Task details — Pull out of the data below the stretch of lines bounded by the one containing "own[0], own[1], own[2] = 1, 1e-3, 1e-3" and the one containing "func (s *battery) Weight()", both bounds included, unchanged.

Saved entries:
[Start of Attachment]

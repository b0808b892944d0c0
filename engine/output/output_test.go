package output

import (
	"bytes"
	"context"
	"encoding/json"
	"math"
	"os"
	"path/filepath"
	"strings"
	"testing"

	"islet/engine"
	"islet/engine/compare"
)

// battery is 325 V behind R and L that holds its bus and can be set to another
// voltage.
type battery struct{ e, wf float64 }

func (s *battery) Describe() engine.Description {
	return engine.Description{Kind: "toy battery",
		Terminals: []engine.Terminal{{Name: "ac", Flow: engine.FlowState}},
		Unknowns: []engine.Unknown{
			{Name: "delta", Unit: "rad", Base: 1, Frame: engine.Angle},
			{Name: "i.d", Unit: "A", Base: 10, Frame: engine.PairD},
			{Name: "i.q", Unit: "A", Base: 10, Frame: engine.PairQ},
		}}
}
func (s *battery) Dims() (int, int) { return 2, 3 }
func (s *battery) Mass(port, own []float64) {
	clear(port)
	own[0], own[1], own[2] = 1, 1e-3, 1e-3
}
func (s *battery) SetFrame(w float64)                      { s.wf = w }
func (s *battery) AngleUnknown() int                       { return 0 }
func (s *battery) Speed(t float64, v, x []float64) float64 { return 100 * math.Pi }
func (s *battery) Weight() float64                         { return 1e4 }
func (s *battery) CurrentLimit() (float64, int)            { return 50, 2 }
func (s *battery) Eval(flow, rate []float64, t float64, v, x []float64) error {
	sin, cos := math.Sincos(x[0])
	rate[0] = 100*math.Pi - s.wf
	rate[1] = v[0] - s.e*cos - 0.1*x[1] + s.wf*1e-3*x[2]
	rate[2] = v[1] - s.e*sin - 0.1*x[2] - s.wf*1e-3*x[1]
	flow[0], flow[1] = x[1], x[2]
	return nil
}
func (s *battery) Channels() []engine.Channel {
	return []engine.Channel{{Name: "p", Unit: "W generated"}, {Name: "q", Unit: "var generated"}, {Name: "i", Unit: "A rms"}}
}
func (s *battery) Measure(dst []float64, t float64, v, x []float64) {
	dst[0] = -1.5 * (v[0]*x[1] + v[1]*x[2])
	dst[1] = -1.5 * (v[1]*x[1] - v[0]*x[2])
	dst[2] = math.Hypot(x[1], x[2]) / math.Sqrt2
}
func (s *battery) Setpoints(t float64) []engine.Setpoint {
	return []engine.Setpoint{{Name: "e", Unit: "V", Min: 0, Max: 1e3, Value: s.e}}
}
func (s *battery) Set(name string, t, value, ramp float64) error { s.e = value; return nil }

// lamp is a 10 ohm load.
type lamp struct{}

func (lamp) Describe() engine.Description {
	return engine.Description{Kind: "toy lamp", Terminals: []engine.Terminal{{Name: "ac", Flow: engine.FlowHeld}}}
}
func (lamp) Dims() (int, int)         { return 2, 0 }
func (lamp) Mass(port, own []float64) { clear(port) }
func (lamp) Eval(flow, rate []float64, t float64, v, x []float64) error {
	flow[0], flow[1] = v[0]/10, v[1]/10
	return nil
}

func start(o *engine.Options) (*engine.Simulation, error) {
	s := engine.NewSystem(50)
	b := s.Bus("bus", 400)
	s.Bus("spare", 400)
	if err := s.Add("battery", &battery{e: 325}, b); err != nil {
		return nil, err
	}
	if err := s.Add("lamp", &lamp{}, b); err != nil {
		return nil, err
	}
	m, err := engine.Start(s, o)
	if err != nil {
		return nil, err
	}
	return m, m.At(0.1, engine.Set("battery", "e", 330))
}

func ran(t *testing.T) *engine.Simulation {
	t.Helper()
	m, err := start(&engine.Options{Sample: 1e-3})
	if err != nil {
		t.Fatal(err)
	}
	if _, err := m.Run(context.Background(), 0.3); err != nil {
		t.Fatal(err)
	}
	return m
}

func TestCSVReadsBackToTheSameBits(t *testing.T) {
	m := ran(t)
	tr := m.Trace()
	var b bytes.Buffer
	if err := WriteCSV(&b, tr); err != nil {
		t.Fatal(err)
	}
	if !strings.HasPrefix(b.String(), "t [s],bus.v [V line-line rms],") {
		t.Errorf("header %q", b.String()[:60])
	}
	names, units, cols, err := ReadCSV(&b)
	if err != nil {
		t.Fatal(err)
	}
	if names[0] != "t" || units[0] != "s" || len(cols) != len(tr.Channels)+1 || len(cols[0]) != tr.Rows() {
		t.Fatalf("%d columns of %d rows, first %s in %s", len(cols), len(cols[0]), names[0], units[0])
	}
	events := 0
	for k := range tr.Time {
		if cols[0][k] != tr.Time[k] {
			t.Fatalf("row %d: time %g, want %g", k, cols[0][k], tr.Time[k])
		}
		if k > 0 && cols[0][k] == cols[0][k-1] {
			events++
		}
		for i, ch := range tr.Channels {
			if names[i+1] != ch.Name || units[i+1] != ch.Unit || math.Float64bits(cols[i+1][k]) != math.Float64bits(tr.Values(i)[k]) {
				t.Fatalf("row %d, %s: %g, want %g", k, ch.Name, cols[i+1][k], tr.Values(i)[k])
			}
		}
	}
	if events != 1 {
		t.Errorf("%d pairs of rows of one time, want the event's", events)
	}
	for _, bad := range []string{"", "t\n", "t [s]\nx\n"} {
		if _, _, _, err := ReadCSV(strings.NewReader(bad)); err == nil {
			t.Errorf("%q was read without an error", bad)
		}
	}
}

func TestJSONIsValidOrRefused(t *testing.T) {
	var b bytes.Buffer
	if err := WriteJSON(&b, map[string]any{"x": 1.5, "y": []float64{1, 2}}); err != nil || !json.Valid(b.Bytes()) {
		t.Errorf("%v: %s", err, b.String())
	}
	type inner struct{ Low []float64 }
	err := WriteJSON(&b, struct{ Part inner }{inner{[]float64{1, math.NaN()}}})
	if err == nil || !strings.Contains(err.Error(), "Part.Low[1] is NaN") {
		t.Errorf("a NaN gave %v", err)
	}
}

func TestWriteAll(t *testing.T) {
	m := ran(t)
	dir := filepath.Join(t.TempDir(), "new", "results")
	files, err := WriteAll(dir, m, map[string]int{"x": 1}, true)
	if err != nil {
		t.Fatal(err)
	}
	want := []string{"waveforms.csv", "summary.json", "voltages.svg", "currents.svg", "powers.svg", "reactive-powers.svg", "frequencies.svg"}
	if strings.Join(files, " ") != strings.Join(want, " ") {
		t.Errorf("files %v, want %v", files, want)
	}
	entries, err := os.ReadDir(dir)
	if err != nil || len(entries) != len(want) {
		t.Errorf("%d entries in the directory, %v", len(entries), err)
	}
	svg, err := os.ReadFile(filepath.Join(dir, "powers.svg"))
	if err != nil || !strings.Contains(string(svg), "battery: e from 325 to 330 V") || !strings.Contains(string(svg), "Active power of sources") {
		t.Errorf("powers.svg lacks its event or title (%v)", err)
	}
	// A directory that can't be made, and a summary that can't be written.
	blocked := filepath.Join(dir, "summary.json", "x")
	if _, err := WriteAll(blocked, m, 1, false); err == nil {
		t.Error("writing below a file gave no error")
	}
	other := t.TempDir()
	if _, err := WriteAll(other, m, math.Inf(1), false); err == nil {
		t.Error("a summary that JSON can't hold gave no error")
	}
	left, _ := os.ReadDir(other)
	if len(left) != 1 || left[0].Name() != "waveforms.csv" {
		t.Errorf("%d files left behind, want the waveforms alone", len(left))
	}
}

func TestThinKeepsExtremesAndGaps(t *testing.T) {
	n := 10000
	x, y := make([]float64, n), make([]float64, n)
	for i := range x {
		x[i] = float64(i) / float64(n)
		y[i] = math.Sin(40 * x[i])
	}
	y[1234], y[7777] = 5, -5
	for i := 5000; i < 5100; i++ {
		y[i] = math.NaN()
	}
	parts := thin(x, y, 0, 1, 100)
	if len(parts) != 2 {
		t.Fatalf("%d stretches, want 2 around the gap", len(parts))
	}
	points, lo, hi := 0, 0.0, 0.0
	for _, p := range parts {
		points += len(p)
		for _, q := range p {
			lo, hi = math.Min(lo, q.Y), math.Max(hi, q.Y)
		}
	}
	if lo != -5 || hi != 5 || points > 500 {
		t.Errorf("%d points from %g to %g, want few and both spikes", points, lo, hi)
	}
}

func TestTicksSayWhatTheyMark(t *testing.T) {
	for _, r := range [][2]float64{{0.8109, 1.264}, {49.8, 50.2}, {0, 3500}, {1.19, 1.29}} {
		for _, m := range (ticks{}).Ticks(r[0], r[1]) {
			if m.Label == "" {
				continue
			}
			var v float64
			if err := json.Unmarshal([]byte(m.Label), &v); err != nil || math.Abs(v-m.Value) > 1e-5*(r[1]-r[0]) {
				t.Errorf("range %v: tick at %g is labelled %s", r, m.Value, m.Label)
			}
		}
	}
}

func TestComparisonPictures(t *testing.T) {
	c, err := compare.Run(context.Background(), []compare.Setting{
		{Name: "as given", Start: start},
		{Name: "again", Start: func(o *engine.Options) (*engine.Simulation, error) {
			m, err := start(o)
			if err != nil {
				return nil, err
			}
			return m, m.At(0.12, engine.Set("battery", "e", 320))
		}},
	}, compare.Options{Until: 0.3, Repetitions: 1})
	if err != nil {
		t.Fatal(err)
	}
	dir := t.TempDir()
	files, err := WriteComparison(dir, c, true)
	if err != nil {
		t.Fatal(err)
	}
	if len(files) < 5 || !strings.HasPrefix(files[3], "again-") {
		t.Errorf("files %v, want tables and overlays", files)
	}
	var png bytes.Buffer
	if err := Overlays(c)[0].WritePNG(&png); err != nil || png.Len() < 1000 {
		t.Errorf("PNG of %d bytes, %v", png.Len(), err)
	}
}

[End of Attachment]

Task result —
	own[0], own[1], own[2] = 1, 1e-3, 1e-3
}
func (s *battery) SetFrame(w float64)                      { s.wf = w }
func (s *battery) AngleUnknown() int                       { return 0 }
func (s *battery) Speed(t float64, v, x []float64) float64 { return 100 * math.Pi }
func (s *battery) Weight() float64                         { return 1e4 }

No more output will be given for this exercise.